Since September, shares have seen a huge recovery as shares hit the $250 mark again in recent days and weeks. In August, Charles River posted a 6% increase in second quarter sales to $973 million as adjusted earnings rose a similar 6% to $2.77 per share (on an adjusted basis). The company cut the midpoint of the full year sales guidance from 14% sales growth to 10%. Half of this 4% reduction in the sales outlook was attributed to a strong dollar, with the other part being due to general softness of operating performance. The company cut the full year earnings guidance by $0.80 per share to $10.70-$10.95 per share.

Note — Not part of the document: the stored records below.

/**
 * The Beta prior whose central `level` credible interval is [low, high].
 *
 * Method: with tail t = (1 − level)/2, solve I_low(α, β) = t and 1 − I_high(α, β) = t (I the regularized
 * incomplete beta, {@link betaCdf}/{@link betaSf}) by nested one-dimensional root finding with Brent's
 * method ({@link findRoot}) in (logit mean, log strength): for a strength s, the mean m(s) at which the
 * mass below `low` is exactly t is unique (with s fixed, the Beta is stochastically increasing in its
 * mean); then s is the root of P(X > high) − t along that curve, bracketed by expanding from the
 * normal-approximation guess in steps of e². Such a Beta always exists in theory (as s → 0 the Beta tends
 * to two point masses at 0 and 1, as s → ∞ to one point); we search strengths 1e-4 … 1e9 visitors (the
 * range where the incomplete beta is measured accurate). A range wider than the uniform prior's (for
 * level 0.9, wider than 5%–95%) gets a U-shaped Beta with both shapes below 1, which piles its weight
 * near 0% and 100%: the honest answer to the question, but rarely a sensible belief about a rate.
 * Deterministic. Cost: about 40 × 40 evaluations of the incomplete beta (well under 50 ms).
 * Throws StatsError('invalid_argument') unless 0 < low < high < 1 and 0 < level < 1;
 * StatsError('not_available') when the range is too narrow (the prior would be worth more than 1e9 visitors)
 * or, as a numerical guard, too wide (worth less than 1e-4 visitors; not reached with double-precision ends).
 * @example priorFromInterval(0.02, 0.06, 0.9) //=> { alpha: 9.0590067…, beta: 230.509814… } (scipy agrees to 1e-14)
 */
export function priorFromInterval(low: number, high: number, level = 0.9): BetaPrior {
  checkFinite(low, 'the low end of the range');
  checkFinite(high, 'the high end of the range');
  checkFinite(level, 'the level');
  ensure(low > 0 && low < 1, `the low end of the range must be between 0 and 1 (exclusive), got ${low}`);
  ensure(high > 0 && high < 1, `the high end of the range must be between 0 and 1 (exclusive), got ${high}`);
  ensure(low < high, `the low end of the range (${low}) must be below the high end (${high})`);
  ensure(level > 0 && level < 1, `the level must be between 0 and 1 (exclusive), got ${level}`);
  const tail = (1 - level) / 2;

  const shapes = (u: number, s: number): [number, number] => [s * logistic(u), s * logistic(-u)];

  // For strength s: the logit mean u at which P(X ≤ low) = tail. P(X ≤ low) falls as u rises.
  const meanFor = (s: number): number => {
    const massBelow = (u: number): number => {
      const [a, b] = shapes(u, s);
      return betaCdf(low, a, b) - tail;
    };
    let lo = logit(low) - 1;
    let hi = logit(high) + 1;
    for (let step = 1; massBelow(lo) <= 0; step *= 2) {
      lo -= step;
      if (lo < -60) throw tooWide(low, high, level);
    }
    for (let step = 1; massBelow(hi) >= 0; step *= 2) {
      hi += step;
      if (hi > 60) throw tooWide(low, high, level);
    }
    return findRoot(massBelow, lo, hi, 1e-13);
  };
  // Along that curve, P(X > high) − tail falls from about 1 − 2·tail (s → 0) to −tail (s → ∞).
  const massAbove = (logS: number): number => {
    const s = Math.exp(logS);
    const [a, b] = shapes(meanFor(s), s);
    let above = betaSf(high, a, b);
    // The mirror image 1 − X ~ Beta(b, a) gives the same tail if the direct one fails to evaluate.
    if (!Number.isFinite(above)) above = betaCdf(1 - high, b, a);
    if (!Number.isFinite(above)) {
      throw new StatsError(
        'not_available',
        `the Beta tail above ${high} could not be evaluated for a prior worth ${s} visitors`,
      );
    }
    return above - tail;
  };

  // Normal-approximation guess: mean at the midpoint, sd = half-width / z.
  const mid = (low + high) / 2;
  const halfWidth = (high - low) / 2;
  const z = Math.abs(logit(tail)) * 0.6; // close enough to Φ⁻¹(1 − t) for a starting guess
  const guess = Math.min(
    Math.max((mid * (1 - mid) * z * z) / (halfWidth * halfWidth) - 1, 1),
    MAX_INTERVAL_STRENGTH / 10,
  );
  const minLog = Math.log(MIN_INTERVAL_STRENGTH);
  const maxLog = Math.log(MAX_INTERVAL_STRENGTH);
  let lo = Math.log(guess) - 1;
  let hi = Math.log(guess) + 1;
  while (massAbove(lo) <= 0) {
    hi = lo;
    if (lo <= minLog) throw tooWide(low, high, level);
    lo = Math.max(lo - 2, minLog);
  }
  while (massAbove(hi) >= 0) {
    lo = hi;
    if (hi >= maxLog) {
      throw new StatsError(
        'not_available',
        `the range ${low} to ${high} is too narrow for a Beta prior at level ${level}: it would be worth more than 1e9 visitors`,
      );
    }
    hi = Math.min(hi + 2, maxLog);
  }
  const logS = findRoot(massAbove, lo, hi, 1e-12);
  const s = Math.exp(logS);
  const [alpha, beta] = shapes(meanFor(s), s);
  return { alpha, beta };
}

The third quarter results were quite solid with third quarter sales up 10% on a reported basis to $989 million, despite intensifying currency headwinds. That strength came at a price as adjusted earnings were actually down seven cents to $2.63 per share, as the predictability of the business is a bit under pressure.

Continued capital deployment, mostly in the form of VC investments and bolt-on M&A, has resulted in net debt inching up to $2.75 billion, albeit that leverage remains intact. Net debt will come down in a minimal fashion as the company has reached a deal to divest its Avian Vaccine business in a $170 million deal. This deal cuts full year sales by around $80 million and non-GAAP earnings by $0.35 per share (or about $18 million) as the deal tag looks a bit cheap, albeit that earn-outs could increase the price tag to about $200 million following a potential earn-out next year.

Following a solid third quarter, the company hiked the full year sales guidance by half a percentage point to a midpoint of 10.5% on the back of stronger operational performance, as the company hiked the full year adjusted earnings per share guidance by five cents to $10.875 per share.

Concluding Remarks

With stock-based compensation trending around $1.30 per share this year, realistic earnings come in around $9.50 per share. With shares back to $242 per share again, Charles River now trades at 25 times earnings, after the multiple briefly dropped to 20 times this summer.

Having taken a small stake at $200 in September, when shares even hit the low $180s at the time, shares have seen a spectacular rebound. Trading at $250 in recent days, shares rallied 25% from my entry point and nearly 40% from a low of $180 per share. This is a huge move given the short period of time which we are considering and the relative defensive nature of the business.

Given all these developments, I am tempted to take some profits here, albeit that I think that the $200 mark was a great long term entry point, yet the speed and extent of the recovery in recent weeks makes it tempting to recycle some money for still further beaten-down stocks.